TASK:
Copy every line from the records below that holds the word "hasData".

GIVEN DATA:
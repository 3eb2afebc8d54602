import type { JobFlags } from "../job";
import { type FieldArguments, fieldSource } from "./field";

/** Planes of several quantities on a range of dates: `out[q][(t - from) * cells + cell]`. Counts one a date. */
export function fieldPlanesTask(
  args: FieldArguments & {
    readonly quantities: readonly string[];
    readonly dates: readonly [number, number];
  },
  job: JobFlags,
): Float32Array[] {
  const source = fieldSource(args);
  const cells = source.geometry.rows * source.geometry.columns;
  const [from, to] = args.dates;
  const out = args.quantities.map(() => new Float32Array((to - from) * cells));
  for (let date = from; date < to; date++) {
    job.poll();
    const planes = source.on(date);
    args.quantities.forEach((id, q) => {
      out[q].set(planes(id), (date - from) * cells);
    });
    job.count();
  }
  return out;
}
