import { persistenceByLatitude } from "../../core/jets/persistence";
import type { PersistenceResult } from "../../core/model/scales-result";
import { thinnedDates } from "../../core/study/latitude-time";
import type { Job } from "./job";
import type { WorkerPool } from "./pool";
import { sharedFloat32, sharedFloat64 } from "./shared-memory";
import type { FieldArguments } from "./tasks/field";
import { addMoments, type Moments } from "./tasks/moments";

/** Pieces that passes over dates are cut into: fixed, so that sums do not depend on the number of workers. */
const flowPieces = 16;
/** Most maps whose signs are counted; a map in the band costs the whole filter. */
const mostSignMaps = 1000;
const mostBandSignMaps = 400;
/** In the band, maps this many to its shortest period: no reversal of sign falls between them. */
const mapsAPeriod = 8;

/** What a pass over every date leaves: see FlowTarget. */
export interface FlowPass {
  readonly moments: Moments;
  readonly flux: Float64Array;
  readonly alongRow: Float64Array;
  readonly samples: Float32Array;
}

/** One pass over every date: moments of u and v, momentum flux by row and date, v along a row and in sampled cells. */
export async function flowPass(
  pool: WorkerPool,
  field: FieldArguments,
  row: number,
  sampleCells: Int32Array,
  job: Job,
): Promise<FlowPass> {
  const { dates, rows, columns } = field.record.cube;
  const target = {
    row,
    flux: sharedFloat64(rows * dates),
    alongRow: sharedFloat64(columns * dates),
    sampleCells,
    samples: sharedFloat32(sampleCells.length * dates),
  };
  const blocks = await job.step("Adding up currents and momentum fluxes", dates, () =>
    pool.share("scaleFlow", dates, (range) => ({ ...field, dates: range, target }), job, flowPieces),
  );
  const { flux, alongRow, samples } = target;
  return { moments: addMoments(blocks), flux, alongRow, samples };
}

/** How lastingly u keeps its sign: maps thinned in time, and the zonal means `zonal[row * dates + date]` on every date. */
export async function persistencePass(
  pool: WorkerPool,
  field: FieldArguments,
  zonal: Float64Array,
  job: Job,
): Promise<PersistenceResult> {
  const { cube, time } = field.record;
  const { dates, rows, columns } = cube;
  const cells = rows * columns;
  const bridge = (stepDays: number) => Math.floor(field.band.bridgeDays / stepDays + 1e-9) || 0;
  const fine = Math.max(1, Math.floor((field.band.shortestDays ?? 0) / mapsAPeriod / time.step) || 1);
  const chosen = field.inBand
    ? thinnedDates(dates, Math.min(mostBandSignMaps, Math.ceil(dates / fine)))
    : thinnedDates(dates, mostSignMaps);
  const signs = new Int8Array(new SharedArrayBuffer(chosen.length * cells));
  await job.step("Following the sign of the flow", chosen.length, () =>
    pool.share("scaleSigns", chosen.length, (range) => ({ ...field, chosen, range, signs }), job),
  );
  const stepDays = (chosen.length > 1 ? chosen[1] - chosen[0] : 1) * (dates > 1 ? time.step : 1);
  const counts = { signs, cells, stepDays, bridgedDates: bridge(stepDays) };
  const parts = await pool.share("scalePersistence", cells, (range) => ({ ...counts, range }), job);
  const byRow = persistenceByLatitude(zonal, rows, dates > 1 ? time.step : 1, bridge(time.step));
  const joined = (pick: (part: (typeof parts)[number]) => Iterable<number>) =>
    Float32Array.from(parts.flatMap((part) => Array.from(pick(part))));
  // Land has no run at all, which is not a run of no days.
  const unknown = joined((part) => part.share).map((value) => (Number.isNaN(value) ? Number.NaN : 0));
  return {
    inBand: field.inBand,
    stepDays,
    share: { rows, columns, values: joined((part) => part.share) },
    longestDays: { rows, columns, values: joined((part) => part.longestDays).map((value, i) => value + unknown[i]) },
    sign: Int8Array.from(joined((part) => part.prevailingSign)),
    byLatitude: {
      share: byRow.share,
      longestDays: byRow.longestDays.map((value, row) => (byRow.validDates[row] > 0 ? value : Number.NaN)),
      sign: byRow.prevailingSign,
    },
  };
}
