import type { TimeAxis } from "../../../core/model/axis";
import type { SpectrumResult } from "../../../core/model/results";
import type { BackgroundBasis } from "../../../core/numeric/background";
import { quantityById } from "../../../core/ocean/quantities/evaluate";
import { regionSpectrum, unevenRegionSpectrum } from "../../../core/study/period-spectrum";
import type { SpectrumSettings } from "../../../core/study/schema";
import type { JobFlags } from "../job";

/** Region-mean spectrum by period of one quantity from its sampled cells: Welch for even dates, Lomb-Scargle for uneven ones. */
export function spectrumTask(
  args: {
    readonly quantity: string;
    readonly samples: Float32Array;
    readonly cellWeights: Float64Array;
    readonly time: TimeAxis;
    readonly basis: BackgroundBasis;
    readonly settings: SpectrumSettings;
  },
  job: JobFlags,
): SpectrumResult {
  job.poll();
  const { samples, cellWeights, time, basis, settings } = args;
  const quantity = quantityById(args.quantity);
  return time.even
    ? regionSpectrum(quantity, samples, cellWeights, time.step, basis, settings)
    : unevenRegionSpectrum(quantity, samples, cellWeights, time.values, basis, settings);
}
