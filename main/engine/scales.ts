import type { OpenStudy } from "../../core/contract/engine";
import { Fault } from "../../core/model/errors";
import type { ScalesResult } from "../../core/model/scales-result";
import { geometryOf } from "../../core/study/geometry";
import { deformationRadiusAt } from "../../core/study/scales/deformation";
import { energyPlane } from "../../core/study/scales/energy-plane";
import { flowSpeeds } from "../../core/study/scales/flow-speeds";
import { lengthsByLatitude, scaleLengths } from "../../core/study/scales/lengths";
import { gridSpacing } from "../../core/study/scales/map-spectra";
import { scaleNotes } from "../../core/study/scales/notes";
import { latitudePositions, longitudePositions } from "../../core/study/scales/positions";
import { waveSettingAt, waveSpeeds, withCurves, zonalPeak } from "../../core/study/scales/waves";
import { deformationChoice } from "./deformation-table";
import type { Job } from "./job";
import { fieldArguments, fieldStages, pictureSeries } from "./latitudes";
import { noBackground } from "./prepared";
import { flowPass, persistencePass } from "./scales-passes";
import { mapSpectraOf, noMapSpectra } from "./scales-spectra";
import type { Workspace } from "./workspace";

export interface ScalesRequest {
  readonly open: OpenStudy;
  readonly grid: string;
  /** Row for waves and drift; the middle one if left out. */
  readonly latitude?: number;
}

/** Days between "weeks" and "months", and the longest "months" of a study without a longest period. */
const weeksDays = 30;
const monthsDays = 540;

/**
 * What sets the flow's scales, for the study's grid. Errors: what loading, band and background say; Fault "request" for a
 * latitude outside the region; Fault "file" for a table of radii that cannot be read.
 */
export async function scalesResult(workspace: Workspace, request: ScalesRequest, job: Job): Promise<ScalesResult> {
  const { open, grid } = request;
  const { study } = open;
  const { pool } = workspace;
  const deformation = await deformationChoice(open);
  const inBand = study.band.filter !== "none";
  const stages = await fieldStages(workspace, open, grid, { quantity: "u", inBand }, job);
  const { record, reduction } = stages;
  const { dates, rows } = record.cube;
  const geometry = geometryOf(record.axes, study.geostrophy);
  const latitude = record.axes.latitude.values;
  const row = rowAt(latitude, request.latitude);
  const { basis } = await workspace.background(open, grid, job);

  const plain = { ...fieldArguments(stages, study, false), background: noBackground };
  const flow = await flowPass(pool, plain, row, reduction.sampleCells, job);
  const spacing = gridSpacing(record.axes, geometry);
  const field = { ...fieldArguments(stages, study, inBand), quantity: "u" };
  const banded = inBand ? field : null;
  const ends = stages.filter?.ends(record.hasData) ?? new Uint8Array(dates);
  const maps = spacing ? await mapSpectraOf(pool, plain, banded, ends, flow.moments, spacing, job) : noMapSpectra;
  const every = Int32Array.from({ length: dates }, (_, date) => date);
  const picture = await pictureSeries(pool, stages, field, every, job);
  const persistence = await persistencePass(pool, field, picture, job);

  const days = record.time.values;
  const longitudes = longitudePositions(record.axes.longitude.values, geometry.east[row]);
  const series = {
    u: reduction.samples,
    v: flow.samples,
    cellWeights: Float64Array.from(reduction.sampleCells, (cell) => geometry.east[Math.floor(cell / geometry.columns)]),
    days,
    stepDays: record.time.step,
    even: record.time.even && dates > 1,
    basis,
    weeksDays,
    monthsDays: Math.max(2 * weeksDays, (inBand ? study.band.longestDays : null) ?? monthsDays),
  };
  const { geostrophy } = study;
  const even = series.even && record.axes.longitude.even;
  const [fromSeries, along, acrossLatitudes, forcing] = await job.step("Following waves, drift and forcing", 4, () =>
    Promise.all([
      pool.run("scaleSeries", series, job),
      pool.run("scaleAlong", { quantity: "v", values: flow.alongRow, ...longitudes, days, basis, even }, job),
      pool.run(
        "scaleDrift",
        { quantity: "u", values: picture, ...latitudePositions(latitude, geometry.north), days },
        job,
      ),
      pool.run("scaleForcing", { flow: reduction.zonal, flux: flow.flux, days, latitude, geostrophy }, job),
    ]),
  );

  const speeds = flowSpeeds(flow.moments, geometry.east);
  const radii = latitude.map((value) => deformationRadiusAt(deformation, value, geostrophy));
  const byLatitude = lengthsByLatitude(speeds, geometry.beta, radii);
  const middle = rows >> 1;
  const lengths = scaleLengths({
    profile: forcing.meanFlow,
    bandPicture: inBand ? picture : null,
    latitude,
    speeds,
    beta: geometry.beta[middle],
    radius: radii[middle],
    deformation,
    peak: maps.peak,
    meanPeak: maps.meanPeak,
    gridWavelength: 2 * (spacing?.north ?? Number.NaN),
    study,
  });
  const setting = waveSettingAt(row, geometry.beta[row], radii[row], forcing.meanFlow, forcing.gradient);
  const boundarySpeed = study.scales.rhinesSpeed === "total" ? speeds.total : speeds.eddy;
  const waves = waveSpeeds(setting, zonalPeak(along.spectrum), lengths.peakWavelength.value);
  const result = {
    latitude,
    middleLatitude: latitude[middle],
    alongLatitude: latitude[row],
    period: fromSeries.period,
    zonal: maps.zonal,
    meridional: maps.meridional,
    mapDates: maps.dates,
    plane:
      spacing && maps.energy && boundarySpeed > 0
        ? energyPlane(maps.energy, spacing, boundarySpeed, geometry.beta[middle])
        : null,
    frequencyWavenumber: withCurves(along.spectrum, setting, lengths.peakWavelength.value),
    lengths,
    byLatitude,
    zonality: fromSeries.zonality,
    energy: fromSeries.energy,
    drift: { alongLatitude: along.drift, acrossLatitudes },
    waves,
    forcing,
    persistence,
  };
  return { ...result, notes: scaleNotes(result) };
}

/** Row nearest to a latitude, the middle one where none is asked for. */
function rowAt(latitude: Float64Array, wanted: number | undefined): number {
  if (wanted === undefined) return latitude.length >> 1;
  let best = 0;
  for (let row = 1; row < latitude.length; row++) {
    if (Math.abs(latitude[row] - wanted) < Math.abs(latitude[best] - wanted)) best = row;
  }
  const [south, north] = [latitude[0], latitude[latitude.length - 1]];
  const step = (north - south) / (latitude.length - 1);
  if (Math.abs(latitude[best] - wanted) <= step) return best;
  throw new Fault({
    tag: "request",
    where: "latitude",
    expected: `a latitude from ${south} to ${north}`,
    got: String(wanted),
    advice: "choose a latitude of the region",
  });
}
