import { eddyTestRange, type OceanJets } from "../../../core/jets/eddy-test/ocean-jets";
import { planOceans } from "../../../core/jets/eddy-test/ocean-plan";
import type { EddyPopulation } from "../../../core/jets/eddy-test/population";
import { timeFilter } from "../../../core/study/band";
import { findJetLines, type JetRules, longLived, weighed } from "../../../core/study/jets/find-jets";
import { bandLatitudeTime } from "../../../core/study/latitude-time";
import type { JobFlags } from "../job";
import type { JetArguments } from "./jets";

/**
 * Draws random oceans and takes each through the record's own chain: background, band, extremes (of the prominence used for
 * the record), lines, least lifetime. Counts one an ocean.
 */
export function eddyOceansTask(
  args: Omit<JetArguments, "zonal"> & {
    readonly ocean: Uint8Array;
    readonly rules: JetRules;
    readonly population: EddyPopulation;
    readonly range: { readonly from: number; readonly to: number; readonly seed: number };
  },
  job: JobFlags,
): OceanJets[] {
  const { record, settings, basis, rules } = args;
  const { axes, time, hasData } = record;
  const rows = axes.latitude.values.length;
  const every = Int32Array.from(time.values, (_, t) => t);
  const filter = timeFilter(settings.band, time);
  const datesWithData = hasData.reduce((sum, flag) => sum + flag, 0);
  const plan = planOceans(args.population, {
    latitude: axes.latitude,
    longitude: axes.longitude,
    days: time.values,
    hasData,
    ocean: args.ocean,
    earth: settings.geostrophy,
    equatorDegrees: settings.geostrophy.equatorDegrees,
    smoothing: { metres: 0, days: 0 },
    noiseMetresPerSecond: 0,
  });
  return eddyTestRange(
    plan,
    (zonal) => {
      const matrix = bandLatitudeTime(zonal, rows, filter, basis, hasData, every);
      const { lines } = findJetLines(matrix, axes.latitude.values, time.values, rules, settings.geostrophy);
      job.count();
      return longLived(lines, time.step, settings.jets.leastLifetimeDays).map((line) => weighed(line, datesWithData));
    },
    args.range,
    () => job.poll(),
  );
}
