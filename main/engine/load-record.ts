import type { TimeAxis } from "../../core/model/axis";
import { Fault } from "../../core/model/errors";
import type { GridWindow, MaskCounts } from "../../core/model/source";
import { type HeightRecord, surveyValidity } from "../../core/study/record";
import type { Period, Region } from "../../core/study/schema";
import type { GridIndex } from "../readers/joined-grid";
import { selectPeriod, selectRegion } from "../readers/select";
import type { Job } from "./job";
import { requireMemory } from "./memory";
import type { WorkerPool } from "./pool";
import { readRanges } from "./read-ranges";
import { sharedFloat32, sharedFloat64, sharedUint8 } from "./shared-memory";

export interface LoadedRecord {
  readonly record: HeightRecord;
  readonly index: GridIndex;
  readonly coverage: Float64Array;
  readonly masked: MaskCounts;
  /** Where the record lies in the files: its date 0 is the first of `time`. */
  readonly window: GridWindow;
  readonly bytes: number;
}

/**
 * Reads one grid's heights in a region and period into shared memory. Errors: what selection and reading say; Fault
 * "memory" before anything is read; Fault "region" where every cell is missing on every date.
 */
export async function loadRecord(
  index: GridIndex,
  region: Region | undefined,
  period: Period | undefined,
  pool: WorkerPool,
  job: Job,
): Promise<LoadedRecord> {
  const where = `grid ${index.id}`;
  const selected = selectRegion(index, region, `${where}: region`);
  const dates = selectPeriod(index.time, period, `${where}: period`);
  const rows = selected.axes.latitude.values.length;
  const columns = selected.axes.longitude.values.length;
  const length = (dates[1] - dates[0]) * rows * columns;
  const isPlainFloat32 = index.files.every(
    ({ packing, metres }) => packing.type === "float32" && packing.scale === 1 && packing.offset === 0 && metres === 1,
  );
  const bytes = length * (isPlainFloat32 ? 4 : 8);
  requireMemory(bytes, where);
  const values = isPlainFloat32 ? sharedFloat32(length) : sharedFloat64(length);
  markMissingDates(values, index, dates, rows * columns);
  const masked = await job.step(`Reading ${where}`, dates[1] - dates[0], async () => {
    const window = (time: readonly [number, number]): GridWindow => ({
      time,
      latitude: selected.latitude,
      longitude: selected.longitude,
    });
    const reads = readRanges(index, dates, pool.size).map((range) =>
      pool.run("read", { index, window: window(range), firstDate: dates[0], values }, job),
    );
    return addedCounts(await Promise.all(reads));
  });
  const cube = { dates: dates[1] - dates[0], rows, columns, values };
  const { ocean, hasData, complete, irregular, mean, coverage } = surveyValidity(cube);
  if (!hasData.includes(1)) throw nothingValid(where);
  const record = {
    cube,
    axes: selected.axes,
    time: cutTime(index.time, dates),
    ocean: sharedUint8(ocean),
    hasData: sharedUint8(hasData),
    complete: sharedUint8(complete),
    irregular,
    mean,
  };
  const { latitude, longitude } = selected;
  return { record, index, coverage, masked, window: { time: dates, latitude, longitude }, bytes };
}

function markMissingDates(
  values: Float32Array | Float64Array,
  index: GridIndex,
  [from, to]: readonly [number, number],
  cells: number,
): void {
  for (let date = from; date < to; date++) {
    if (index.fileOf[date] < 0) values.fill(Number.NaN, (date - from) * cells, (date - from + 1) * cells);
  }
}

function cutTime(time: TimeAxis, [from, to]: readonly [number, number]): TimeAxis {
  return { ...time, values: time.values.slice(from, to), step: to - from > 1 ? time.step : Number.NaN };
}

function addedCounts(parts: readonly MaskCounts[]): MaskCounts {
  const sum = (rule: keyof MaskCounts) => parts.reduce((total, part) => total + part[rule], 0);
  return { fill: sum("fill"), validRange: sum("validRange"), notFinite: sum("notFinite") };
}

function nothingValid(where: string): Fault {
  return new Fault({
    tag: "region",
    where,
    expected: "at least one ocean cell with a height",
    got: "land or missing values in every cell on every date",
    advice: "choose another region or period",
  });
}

COMPLETED EXERCISE:
  const ends = stages.filter?.ends(record.hasData) ?? new Uint8Array(dates);
  const { axes, time, hasData } = record;
  const datesWithData = hasData.reduce((sum, flag) => sum + flag, 0);
    hasData,
      const matrix = bandLatitudeTime(zonal, rows, filter, basis, hasData, every);
  const { ocean, hasData, complete, irregular, mean, coverage } = surveyValidity(cube);
  if (!hasData.includes(1)) throw nothingValid(where);
    hasData: sharedUint8(hasData),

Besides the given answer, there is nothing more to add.